Jiva Overview

Jiva Sparse File Layout

The following content is modified with some architectural change as compared to Rancher’s LongHorn .

Jiva replicas are built using Linux sparse files, which support thin provisioning. Jiva does not maintain additional metadata to indicate which blocks are used. The block size is 4K. When a replica gets added at the controller, it creates an auto-generated snapshot(differencing disk). As the number of snapshots grows, the differencing disk chain could get quite long. To improve read performance, Jiva, therefore, maintains a read index table that records which differencing disk holds valid data for each 4K block. In the following figure, the volume has eight blocks. The read index table has eight entries and is filled up lazily as read operation takes place. A write operation writes the data on the latest file(head), deletes(fallocate) the corresponding block from the older snapshots(or differencing disks) and updates the index in the table, which now points to the live data.

Longhorn read index

Replica Rebuild

The Jiva volume controller is responsible for initiating and coordinating the process of syncing the replicas.
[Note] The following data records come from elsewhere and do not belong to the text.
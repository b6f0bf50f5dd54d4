import { holdsAt } from '../../channel/lines'
import { FREQUENCY, LENGTH, LOSS, LOSS_PER_LENGTH } from '../quantities'
import { atFrequency } from './atFrequency'
import { knownPiece, lineOf, ownLine } from './knownPiece'
import type { Model, ModelInput, ModelLoss } from './model'
import type { Computed, Values } from './piece'
import { fittedTerms, termsLoss } from './terms'

/**
 * A cable: its bulk by √f, f and f² terms over their band or by a number per length, and the loss of its two ends. The ends are
 * discretes stated at one frequency and are never moved: with ends the piece holds within ±2 % of that frequency only, without them
 * over the whole band of the terms. It reflects where impedance and delay are typed and there are no ends.
 */
export const cable: Model = (input) => {
  const { fields, line } = input
  const length = fields.need('length', LENGTH)
  const ends = endsOf(input)
  if (line.rootTerm !== null || line.linearTerm !== null || line.squareTerm !== null)
    return byTerms(input, length, ends)
  const perLength = fields.need('lossPerLength', LOSS_PER_LENGTH)
  const at = fields.need('at', FREQUENCY)
  if (length === null || ends === null || perLength === null || at === null) return null
  return byNumber(input, perLength * length, at, ends)
}

/** A stated number holds within ±2 % of its frequency. */
const HOLDS = 0.02

/** What the ends lose together where they are typed, and the frequency that it is typed at. */
type Ends = { readonly values: Values; readonly at: number | null }

/** Both ends or neither; null after writing down what lacks, or that they are asked for too far from their frequency. */
function endsOf(input: ModelInput): Ends | null {
  const { fields, line, hz } = input
  if (line.endLossA === null && line.endLossB === null) return { values: {}, at: null }
  const endLossA = fields.need('endLossA', LOSS)
  const endLossB = fields.need('endLossB', LOSS)
  const at = fields.need('at', FREQUENCY)
  if (endLossA === null || endLossB === null || at === null) return null
  if (holdsAt(at, hz)) return { values: { endLossA, endLossB }, at }
  return fields.say(
    'frequency-too-far',
    'at',
    `${fields.name}: the loss of its ends holds at ${line.at}; discretes are never moved to another frequency.`,
    'Give the loss of the ends at the frequency asked for, or make a line of each end.',
  )
}

function byTerms(input: ModelInput, length: number | null, ends: Ends | null): Computed | null {
  const { fields, line, surroundings } = input
  const terms = fittedTerms(input)
  const squareTerm = line.squareTerm === null ? 0 : fields.need('squareTerm', LOSS_PER_LENGTH)
  const own = ownLine(fields)
  if (length === null || ends === null || terms === null || squareTerm === null || own === null) return null
  const from = ends.at === null ? terms.from : Math.max(terms.from, ends.at * (1 - HOLDS))
  const to = ends.at === null ? terms.to : Math.min(terms.to, ends.at * (1 + HOLDS))
  return {
    values: { length, ...terms.values, squareTerm, ...ends.values, ...own },
    build: (values) => {
      const bulk = termsLoss(values, surroundings)
      const { endLossA = 0, endLossB = 0 } = values
      const attenuation = (hz: Float64Array) => bulk(hz).map((db) => db + endLossA + endLossB)
      return knownPiece({ from, to, attenuation, line: ends.at === null ? lineOf(values) : null })
    },
  }
}

/** A number per length holds at a frequency; the bulk moves as any uniform line, the ends stand at it. */
function byNumber(input: ModelInput, bulk: number, at: number, { values }: Ends): ModelLoss | null {
  const moved = atFrequency(input, input.fields, bulk, at)
  return moved && { ...moved, db: moved.db + (values.endLossA ?? 0) + (values.endLossB ?? 0) }
}
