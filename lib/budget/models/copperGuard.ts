import { belowCopperFloor } from '../../channel/lines/copperFloor'
import { formatQuantity, formatScaled } from '../../channel/units'
import type { FlagCode } from '../flags'
import { LENGTH, RESISTANCE, typedValue } from '../quantities'
import type { ModelInput } from './model'

type Owner<F extends string> = {
  readonly name: string
  say(code: FlagCode, field: F, message: string, todo: string): null
}

/** A line without an impedance of its own may be one of 100 Ω in a link of 85 Ω: a higher impedance has a lower floor. */
const OTHER_DESIGN = 1.2

/**
 * Refuses a trace's attenuation that even smooth copper of its width exceeds: no laminate can be better than its copper.
 * @param owner the record that says the attenuation, and in which field
 * @param dbPerMetre at the frequency that it is stated at, dB/m
 * @param hz that frequency
 * @returns true after writing down why the number is impossible
 */
export function refuseImpossible<F extends string>(
  input: ModelInput,
  owner: Owner<F>,
  field: F,
  dbPerMetre: number,
  hz: number,
): boolean {
  const { line, lossClass, reference } = input
  const width = typedValue(LENGTH, line.width ?? lossClass?.width ?? null)
  const own = typedValue(RESISTANCE, line.impedance)
  const impedance = own ?? (reference === null ? null : reference * OTHER_DESIGN)
  if (line.kind !== 'trace' || width === null || impedance === null) return false
  const thickness = typedValue(LENGTH, line.thickness) ?? undefined
  const floor = belowCopperFloor(dbPerMetre, width, impedance, hz, thickness)
  if (floor === null) return false
  const [typed, least] = [dbPerMetre, floor].map((db) => formatQuantity(db, 'lossPerLength', 'dB/in', 3))
  owner.say(
    'below-copper-floor',
    field,
    `${owner.name}: ${typed} at ${formatScaled(hz, 'frequency')} is impossible; smooth copper of ${formatQuantity(width, 'length', 'mil', 3)} alone loses more than ${least}.`,
    'Check the unit, the frequency and the width.',
  )
  return true
}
Once a replica comes up, it tries to get added to controller and controller will mark it as WO(Write Only). Then the replica initiates the rebuilding process from other healthy replicas. After the sync is completed, the volume controller sets the new replica to RW (read-write) mode.

Note: If REPLICATION_FACTOR is still met even after a replica is marked faulty, the controller will continue to serve R/W IOs. Else, it will wait for satisfying REPLICATION_FACTOR((n/2)+1; where n is the number of replicas).